Search |  Contact |  SRI Home Do not follow this link, or your host will be blocked from this site. This is a spider trap. Do not follow this link, or your host will be blocked from this site. This is a spider trap. Do not follow this link, or your host will be blocked from this site. This is a spider trap.A A A A A A A A A A A A A A A A A A A A A A A A A A A A A A A A A A A A A A A A A A ASRI International.  333 Ravenswood Avenue.  Menlo Park, CA 94025-3493. SRI International is a nonprofit corporation.

AIC Seminar Series

Auditory and Visual Scene Analysis for Multiparty Human-Robot Interaction

Radu HoraudPERCEPTION group, INRIA Grenoble, France[Home Page]

Notice:  Hosted by Bob Bolles

Date:  Friday, July 8th 2016 at 1:30pm

Location:  EK255 (SRI E building)  (Directions)
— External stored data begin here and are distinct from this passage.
/**
 * The session: what was put in, what came out. Its functions are the only ones that change the state; views read
 * and watch it.
 */

import { makeStore } from "./store.js";
import { faultOf } from "../engine/fault.js";
import { pageFault } from "../text/faults.js";
import { heldBytes, isEmpty, namedFiles, NO_INPUTS, placedInputs, toldRoles } from "./inputs.js";
import { emptyDecomposition, mirrored } from "./decompositions.js";
import { isMisfit, isUnreadable } from "./help.js";
import { differingSettings, firstLine, FIRST_SETTINGS, isOtherTable, sentSettings, settingsForOther } from "./settings.js";
import { settingsOfFiles, settingsWith, withTurned, withValueAt } from "./settings.js";

/** @import { EngineClient } from "../engine/pool/client.js" */

/** @typedef {ReturnType<typeof makeSession>} Session */

/** @type {InputKind[]} */
const KINDS = ["electrodes", "maps"];

/** Steps that can be undone, and bytes of files that are kept for them. */
const MOST_STEPS = 50;
const MOST_PAST_BYTES = 2 ** 27;

/** Whether a setting says what a file is. @param {string[]} path */
function isRole(path) {
  return path[0] === "files" && path[2] === "role";
}
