import { LINE } from '../../src/core/geometry/segments.ts';
import { appendTransformed } from '../../src/core/geometry/transform.ts';
import { randomBelow } from '../../src/core/structures/random.ts';
import { built, type Chain, endOf, lineSetOf, moved, type Segment, spanOf, startOf } from './chains.ts';
import { backwards, distance, lineFrom, type OutputSheet, type Pick, type Spot } from './outputSheet.ts';

/** One way to spoil an output at a place drawn at random; null where nothing there can be spoilt so. */
export type OutputSpoil = (sheet: OutputSheet) => Spot | null;

/** The segment of a pick replaced by parts and runs of their own. */
function instead(
  sheet: OutputSheet,
  pick: Pick,
  parts: readonly (readonly Segment[])[],
  alone: readonly Segment[][] = [],
  pen = sheet.penOf(pick),
): Spot {
  const extra = alone.map((segments) => ({ pen, segments }));
  const edit = { chain: pick.c, from: pick.k, to: pick.k + 1, parts, extra };
  return { edits: [edit], marks: [pick.segment, ...parts.flat(), ...alone.flat()] };
}

/** Runs added to the output. */
function added(pen: number, ...runs: readonly Segment[][]): Spot {
  const extra = runs.map((segments) => ({ pen, segments }));
  return { edits: [{ chain: -1, from: 0, to: 0, parts: [], extra }], marks: runs.flat() };
}

function longerThan(least: number): (pick: Pick) => boolean {
  return (pick) => pick.size > least;
}

function lineLongerThan(least: number): (pick: Pick) => boolean {
  return ({ segment, size }) => segment.kind === LINE && size > least;
}

/** Makes a spoil of what can be done to one segment that fits. */
function onSegment(
  fits: (tau: number) => (pick: Pick) => boolean,
  spoil: (sheet: OutputSheet, pick: Pick) => Spot | null,
): OutputSpoil {
  return (sheet) => {
    const pick = sheet.pick(fits(sheet.tau));
    return pick && spoil(sheet, pick);
  };
}

function onDot(spoil: (sheet: OutputSheet, c: number, dot: Chain) => Spot): OutputSpoil {
  return (sheet) => {
    if (sheet.dots.length === 0) return null;
    const c = sheet.dots[randomBelow(sheet.random, sheet.dots.length)];
    return spoil(sheet, c, sheet.chains[c]);
  };
}

function mapped(segment: Segment, m: readonly [number, number, number, number, number, number]): Segment {
  const { segments } = lineSetOf([{ pen: 0, segments: [segment] }]);
  return built((b) => appendTransformed(b, segments, 0, 1, m))[0];
}

/** A place within a segment: from t0 to t1, `length` long, if it were gone along at one speed. */
function within(sheet: OutputSheet, pick: Pick, length: number): [number, number] {
  const share = Math.min(0.8, length / pick.size);
  const t0 = sheet.between(0.05, 0.95 - share);
  return [t0, t0 + share];
}

const drop = onSegment(
  (tau) => longerThan(6 * tau),
  (sheet, pick) => instead(sheet, pick, [[], []]),
);

const dropRun: OutputSpoil = (sheet) => {
  const pick = sheet.pick(longerThan(6 * sheet.tau));
  if (!pick) return null;
  const { segments } = sheet.chains[pick.c];
  return { edits: [{ chain: pick.c, from: 0, to: segments.length, parts: [] }], marks: segments };
};

const dropPart = onSegment(
  (tau) => longerThan(24 * tau),
  (sheet, pick) => {
    const [t0, t1] = within(sheet, pick, sheet.tau * sheet.between(6, 20));
    const { segment } = pick;
    if (isTip(sheet, segment, (t0 + t1) / 2)) return null;
    return {
      ...instead(sheet, pick, [[spanOf(segment, 0, t0)], [spanOf(segment, t1, 1)]]),
      marks: [spanOf(segment, t0, t1)],
    };
  },
);

const double = onSegment(
  (tau) => longerThan(9 * tau),
  (sheet, pick) => added(sheet.penOf(pick), ...copies(sheet, pick, pick.segment)),
);

const doublePart = onSegment(
  (tau) => longerThan(24 * tau),
  (sheet, pick) => {
    const [t0, t1] = within(sheet, pick, sheet.tau * sheet.between(9, 20));
    return added(sheet.penOf(pick), ...copies(sheet, pick, spanOf(pick.segment, t1, t0)));
  },
);

/** As many as the drawing has lines on that place: with the one drawn already, one too many. */
function copies(sheet: OutputSheet, pick: Pick, segment: Segment): Segment[][] {
  return Array.from({ length: Math.max(1, sheet.standing(pick)) }, () => [segment]);
}

/** Out and back in one run. */
const retrace = onSegment(
  (tau) => longerThan(9 * tau),
  (sheet, pick) => {
    const { segment } = pick;
    return instead(sheet, pick, [[segment, ...backwards([segment]), segment]]);
  },
);

const shift = onSegment(
  (tau) => longerThan(6 * tau),
  (sheet, pick) => {
    const angle = sheet.between(0, 6.28);
    // Of a line that stands twice a gap up to the repeat tolerance passes for the fringe of a repeat.
    const by = sheet.tau * (sheet.standing(pick) > 1 ? sheet.between(5, 8) : sheet.between(2.2, 6));
    const away = moved(
      { pen: 0, segments: [pick.segment] },
      by * Math.cos(angle),
      by * Math.sin(angle),
    ).segments;
    return instead(sheet, pick, [[], []], [[...away]]);
  },
);

/** A segment up to a tenth larger or smaller, about its middle. */
const scale = onSegment(
  (tau) => longerThan(100 * tau),
  (sheet, pick) => {
    const { segment, size } = pick;
    // Where lines stand twice a longer one may lie on its neighbours.
    const sign = sheet.standing(pick) > 1 || sheet.random() < 0.5 ? -2 : 2;
    const by = 1 + (sign * sheet.tau * sheet.between(10, 14)) / size;
    const [x, y] = [(segment.data[0] + segment.data[2]) / 2, (segment.data[1] + segment.data[3]) / 2];
    const m = [by, 0, 0, by, x - by * x, y - by * y] as const;
    return instead(sheet, pick, [[], []], [[mapped(segment, m)]]);
  },
);

const newPen = onSegment(
  (tau) => longerThan(6 * tau),
  (sheet, pick) => instead(sheet, pick, [[], []], [[pick.segment]], 7),
);

/** Two segments each drawn by the other's pen. */
const swapPens: OutputSpoil = (sheet) => {
  const a = sheet.pick(longerThan(6 * sheet.tau));
  const b = a && sheet.pick((p) => p.size > 6 * sheet.tau && sheet.penOf(p) !== sheet.penOf(a));
  if (!a || !b) return null;
  const one = instead(sheet, a, [[], []], [[a.segment]], sheet.penOf(b));
  const other = instead(sheet, b, [[], []], [[b.segment]], sheet.penOf(a));
  return { edits: [...one.edits, ...other.edits], marks: [...one.marks, ...other.marks] };
};

/** Two segments of other shapes, each about the other's middle. */
const swapShapes: OutputSpoil = (sheet) => {
  const { tau } = sheet;
  const a = sheet.pick(longerThan(12 * tau));
  const b = a && sheet.pick((p) => p.size > 12 * tau && unlike(a.segment, p.segment) > 12 * tau);
  if (!a || !b) return null;
  const [ma, mb] = [middleOf(a.segment), middleOf(b.segment)];
  const [dx, dy] = [mb[0] - ma[0], mb[1] - ma[1]];
  if (distance(0, 0, dx, dy) < 12 * tau) return null;
  const toB = moved({ pen: 0, segments: [a.segment] }, dx, dy).segments;
  const toA = moved({ pen: 0, segments: [b.segment] }, -dx, -dy).segments;
  const one = instead(sheet, a, [[], []], [[...toA]]);
  const other = instead(sheet, b, [[], []], [[...toB]]);
  return { edits: [...one.edits, ...other.edits], marks: [...one.marks, ...other.marks] };
};

function middleOf({ data }: Segment): [number, number] {
  return [(data[0] + data[2]) / 2, (data[1] + data[3]) / 2];
}

/** How far the ways from end to end differ, whichever way round. */
function unlike(a: Segment, b: Segment): number {
  const [ax, ay] = [a.data[2] - a.data[0], a.data[3] - a.data[1]];
  const [bx, by] = [b.data[2] - b.data[0], b.data[3] - b.data[1]];
  return Math.min(distance(ax, ay, bx, by), distance(ax, ay, -bx, -by));
}

/** A line and another beside it, nearly parallel, at most 2 mm away and farther than they could be mistaken. */
function pickNeighbours(sheet: OutputSheet): { a: Pick; b: Pick; opposed: boolean } | null {
  const a = sheet.pick(lineLongerThan(0.6));
  if (!a) return null;
  const [x0, y0, x1, y1] = a.segment.data;
  const [ux, uy] = [(x1 - x0) / a.size, (y1 - y0) / a.size];
  const [mx, my] = middleOf(a.segment);
  const b = sheet.pick(({ segment, size, c }) => {
    const [px, py] = middleOf(segment);
    if (segment.kind !== LINE || size < 0.6 || sheet.chains[c].pen !== sheet.penOf(a)) return false;
    if (Math.abs(px - mx) > 2 || Math.abs(py - my) > 2) return false;
    const across = Math.abs((px - mx) * uy - (py - my) * ux);
    const [dx, dy] = [segment.data[2] - segment.data[0], segment.data[3] - segment.data[1]];
    return across > 4 * sheet.tau && Math.abs(dx * ux + dy * uy) > 0.95 * size;
  });
  if (!b) return null;
  const { data: d } = b.segment;
  return { a, b, opposed: (d[2] - d[0]) * ux + (d[3] - d[1]) * uy < 0 };
}

/** A line not drawn, and its neighbour drawn twice. */
const standIn: OutputSpoil = (sheet) => {
  const found = pickNeighbours(sheet);
  return found && instead(sheet, found.a, [[], []], [[found.b.segment]]);
};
Robots in the future are envisioned to collaborate and communicate with people, rather than merely executing repetitive physical tasks, e.g. object manipulation. In particular, robots should be able to solve problems together with humans, or to assist them in various ways. For example, if a robot (or more generally an autonomous agent) is engaged in a conversation with two or more persons, important tasks to be solved, prior to automatic speech recognition, natural language processing and turn-taking, are to correctly assign temporal segments of speech to speakers and to associate spoken words to objects in the shared physical space. Obviously, it is desirable to develop a novel multi-user multimodal approach that goes beyond traditional single-user spoken-dialogue systems. In this talk we will advocate the use of both audio and visual data and will present the methodology under development in the PERCEPTION team at INRIA Grenoble (France). We will briefly enumerate the difficulties associated with audio-visual fusion. We will describe how to extract auditory and visual features over time, how to align these two modalities, and how to associate speech signals to visually tracked persons within a Bayesian fusion model. This framework calls for advanced multi-channel audio signal processing and multi-person detection and tracking techniques that are under development. Finally we will mention a number of challenges that remain to be solved in order to allow unconstrained human-robot and human-computer interaction.

   Bio for Radu Horaud

Radu Patrice Horaud holds a position of director of research at INRIA Grenoble Rhône-Alpes, France. He is the founder and director of the PERCEPTION team. Radu, formerly Horodniceanu, was born in Bucharest, Romania, arrived in France in 1972 at the age of 18, and became a citizen of France in 1975. Radu’s research interests cover computational vision, audio signal processing, audio-visual scene analysis, machine learning, and robotics. He is the author of over 200 scientific publications. Radu pioneered work in computer vision using range data (or depth images) and developed a number of principles and methods at the cross-roads of computer vision and robotics. In 2006, he started to develop audio-visual fusion and recognition techniques in conjunction with human-robot interaction. He is an area editor for the Computer Vision and Image Understanding (Elsevier), a member of the advisory board for the International Journal of Robotics Research (Sage), and an associated editor for the International Journal of Computer Vision (Kluwer-Springer). In 2001 he was program co-chair of the IEEE Eighth International Conference on Computer Vision (ICCV’01) and in 2015 he was program co-chair of the 17th ACM International Conference on Multimodal Interaction (ICMI’15). Radu Horaud was the scientific coordinator of the European Marie Curie network VISIONTRAIN (2005-2009), STREP projects POP (2006-2008) and HUMAVIPS (2010-2013), and the principal investigator of a collaborative project between INRIA and Samsung’s Advanced Institute of Technology (SAIT) on computer vision algorithms for 3D television (2010-2013). In 2013 he was awarded an ERC Advanced Grant for his five year project VHIA (2014-2019). In 2015 he received a three year grant (jointly with Florence Forbes) from Xerox University Affairs Committee.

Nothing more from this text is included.